Search through the entries for the word "Floats" and copy every line that has it.

++++++++

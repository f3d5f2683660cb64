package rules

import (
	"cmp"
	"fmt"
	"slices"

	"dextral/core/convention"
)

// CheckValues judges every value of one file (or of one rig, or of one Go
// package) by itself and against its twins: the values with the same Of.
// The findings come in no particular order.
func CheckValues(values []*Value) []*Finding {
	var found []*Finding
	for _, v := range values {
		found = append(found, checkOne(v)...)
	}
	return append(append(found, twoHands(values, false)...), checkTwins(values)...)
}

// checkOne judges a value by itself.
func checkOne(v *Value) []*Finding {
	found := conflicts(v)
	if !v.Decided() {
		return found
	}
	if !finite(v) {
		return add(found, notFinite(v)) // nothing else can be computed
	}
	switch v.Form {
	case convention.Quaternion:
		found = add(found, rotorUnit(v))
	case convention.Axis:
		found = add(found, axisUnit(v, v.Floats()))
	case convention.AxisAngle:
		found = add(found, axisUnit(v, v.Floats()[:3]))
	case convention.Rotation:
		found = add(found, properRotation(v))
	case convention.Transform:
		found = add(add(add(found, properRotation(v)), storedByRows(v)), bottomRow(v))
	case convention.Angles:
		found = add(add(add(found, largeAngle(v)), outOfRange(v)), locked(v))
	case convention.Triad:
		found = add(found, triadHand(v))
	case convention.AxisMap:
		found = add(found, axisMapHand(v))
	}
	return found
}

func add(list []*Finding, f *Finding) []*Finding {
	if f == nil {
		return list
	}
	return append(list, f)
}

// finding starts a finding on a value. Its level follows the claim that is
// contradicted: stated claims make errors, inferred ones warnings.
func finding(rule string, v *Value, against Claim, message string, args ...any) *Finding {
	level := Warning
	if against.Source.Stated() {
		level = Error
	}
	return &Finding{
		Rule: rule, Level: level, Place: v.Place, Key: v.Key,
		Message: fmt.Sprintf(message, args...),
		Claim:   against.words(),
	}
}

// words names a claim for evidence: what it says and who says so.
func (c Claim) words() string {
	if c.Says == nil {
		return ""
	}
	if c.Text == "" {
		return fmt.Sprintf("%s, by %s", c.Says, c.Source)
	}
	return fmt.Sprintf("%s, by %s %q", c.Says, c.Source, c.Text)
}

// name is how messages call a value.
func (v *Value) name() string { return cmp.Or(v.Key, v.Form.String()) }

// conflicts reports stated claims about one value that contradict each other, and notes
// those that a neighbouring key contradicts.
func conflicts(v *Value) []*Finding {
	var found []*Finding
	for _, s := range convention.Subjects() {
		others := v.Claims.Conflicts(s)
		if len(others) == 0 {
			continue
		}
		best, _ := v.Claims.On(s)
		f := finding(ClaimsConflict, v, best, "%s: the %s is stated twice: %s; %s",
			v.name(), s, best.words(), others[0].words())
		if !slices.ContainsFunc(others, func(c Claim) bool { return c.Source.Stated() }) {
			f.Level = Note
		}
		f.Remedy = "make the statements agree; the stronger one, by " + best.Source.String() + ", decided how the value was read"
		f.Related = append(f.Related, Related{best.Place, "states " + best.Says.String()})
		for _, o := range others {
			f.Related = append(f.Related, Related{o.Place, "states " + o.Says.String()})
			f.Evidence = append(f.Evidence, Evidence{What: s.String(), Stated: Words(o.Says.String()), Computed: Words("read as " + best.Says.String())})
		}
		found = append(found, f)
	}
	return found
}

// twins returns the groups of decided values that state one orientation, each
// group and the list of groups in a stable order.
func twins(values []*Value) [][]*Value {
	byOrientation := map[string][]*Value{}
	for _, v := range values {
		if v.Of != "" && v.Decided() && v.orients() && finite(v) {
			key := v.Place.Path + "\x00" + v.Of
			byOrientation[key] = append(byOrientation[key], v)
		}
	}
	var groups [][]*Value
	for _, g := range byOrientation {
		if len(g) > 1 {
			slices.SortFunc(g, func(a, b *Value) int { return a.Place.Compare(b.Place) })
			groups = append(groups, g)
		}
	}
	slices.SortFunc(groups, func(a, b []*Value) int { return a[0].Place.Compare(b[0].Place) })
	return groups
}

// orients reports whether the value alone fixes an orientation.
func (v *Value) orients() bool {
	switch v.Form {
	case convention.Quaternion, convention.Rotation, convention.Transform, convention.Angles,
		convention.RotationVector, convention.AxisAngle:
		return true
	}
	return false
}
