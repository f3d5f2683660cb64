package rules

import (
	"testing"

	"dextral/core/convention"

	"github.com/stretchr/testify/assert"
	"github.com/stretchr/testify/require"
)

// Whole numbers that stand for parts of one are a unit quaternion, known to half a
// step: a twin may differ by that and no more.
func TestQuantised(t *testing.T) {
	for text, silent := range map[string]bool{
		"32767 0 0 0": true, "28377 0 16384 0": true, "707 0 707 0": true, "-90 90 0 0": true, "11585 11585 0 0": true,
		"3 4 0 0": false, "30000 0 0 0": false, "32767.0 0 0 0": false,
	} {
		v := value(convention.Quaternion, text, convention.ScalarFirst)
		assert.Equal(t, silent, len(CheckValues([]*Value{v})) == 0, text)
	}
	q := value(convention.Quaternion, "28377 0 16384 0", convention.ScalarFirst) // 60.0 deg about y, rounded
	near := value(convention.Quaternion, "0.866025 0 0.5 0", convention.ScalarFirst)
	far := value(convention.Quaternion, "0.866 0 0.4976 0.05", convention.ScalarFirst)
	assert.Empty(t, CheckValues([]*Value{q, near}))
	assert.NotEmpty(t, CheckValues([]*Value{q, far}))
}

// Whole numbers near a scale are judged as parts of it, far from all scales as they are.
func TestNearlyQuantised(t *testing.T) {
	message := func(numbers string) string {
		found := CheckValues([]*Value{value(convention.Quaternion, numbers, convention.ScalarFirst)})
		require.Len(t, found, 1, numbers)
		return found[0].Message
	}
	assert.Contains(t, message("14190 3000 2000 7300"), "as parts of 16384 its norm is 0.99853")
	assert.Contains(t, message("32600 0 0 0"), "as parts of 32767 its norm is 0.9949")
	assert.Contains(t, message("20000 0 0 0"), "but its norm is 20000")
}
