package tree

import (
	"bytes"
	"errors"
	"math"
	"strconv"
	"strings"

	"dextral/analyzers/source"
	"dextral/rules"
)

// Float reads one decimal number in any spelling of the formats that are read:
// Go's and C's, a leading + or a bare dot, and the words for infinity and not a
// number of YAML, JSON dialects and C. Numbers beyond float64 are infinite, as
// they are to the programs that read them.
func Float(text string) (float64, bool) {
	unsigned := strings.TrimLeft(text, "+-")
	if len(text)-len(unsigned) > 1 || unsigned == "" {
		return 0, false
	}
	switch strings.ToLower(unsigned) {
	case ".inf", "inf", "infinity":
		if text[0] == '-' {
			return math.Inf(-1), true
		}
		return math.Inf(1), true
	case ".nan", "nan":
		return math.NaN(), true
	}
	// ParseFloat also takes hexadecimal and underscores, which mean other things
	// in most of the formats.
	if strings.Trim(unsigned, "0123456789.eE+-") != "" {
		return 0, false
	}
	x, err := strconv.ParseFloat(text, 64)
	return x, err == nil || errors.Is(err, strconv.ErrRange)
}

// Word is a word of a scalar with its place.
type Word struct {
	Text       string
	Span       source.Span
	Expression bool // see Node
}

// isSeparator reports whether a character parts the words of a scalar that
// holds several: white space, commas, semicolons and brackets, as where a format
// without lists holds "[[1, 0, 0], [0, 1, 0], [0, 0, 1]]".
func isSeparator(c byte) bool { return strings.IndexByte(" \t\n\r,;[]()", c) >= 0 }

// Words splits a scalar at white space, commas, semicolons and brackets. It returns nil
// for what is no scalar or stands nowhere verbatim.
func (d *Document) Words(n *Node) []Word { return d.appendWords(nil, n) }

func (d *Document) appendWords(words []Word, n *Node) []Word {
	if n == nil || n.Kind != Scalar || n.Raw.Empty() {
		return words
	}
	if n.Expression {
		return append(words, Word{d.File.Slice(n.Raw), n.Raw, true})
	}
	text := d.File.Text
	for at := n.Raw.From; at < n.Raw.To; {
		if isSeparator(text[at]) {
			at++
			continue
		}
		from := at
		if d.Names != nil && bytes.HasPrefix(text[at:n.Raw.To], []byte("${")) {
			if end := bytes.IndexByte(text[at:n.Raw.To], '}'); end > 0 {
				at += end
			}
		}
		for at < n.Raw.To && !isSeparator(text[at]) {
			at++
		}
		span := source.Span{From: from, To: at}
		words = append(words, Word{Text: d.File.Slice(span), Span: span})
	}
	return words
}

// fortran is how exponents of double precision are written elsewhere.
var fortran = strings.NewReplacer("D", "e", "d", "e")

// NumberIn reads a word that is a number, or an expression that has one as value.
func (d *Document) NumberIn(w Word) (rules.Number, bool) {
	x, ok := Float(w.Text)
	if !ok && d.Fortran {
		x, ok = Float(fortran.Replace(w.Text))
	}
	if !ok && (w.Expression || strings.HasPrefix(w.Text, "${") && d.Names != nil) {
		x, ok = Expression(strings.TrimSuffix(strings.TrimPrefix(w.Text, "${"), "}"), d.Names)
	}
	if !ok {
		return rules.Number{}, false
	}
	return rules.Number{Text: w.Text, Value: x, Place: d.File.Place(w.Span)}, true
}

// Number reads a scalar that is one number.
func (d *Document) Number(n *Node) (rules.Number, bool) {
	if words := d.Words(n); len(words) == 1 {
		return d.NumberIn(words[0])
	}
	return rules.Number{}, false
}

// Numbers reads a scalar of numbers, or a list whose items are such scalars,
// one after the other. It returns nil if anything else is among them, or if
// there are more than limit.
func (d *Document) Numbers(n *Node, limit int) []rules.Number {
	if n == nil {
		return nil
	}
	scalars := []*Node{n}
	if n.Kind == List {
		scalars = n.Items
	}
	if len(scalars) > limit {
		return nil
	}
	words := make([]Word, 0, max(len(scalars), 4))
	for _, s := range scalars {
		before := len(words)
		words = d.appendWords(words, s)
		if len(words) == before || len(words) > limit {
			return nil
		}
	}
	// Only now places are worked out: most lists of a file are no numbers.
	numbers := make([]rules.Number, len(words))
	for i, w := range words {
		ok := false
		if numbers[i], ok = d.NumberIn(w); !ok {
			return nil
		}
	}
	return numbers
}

++++++++

## TASK SOLUTION
		found = add(found, axisUnit(v, v.Floats()))
		found = add(found, axisUnit(v, v.Floats()[:3]))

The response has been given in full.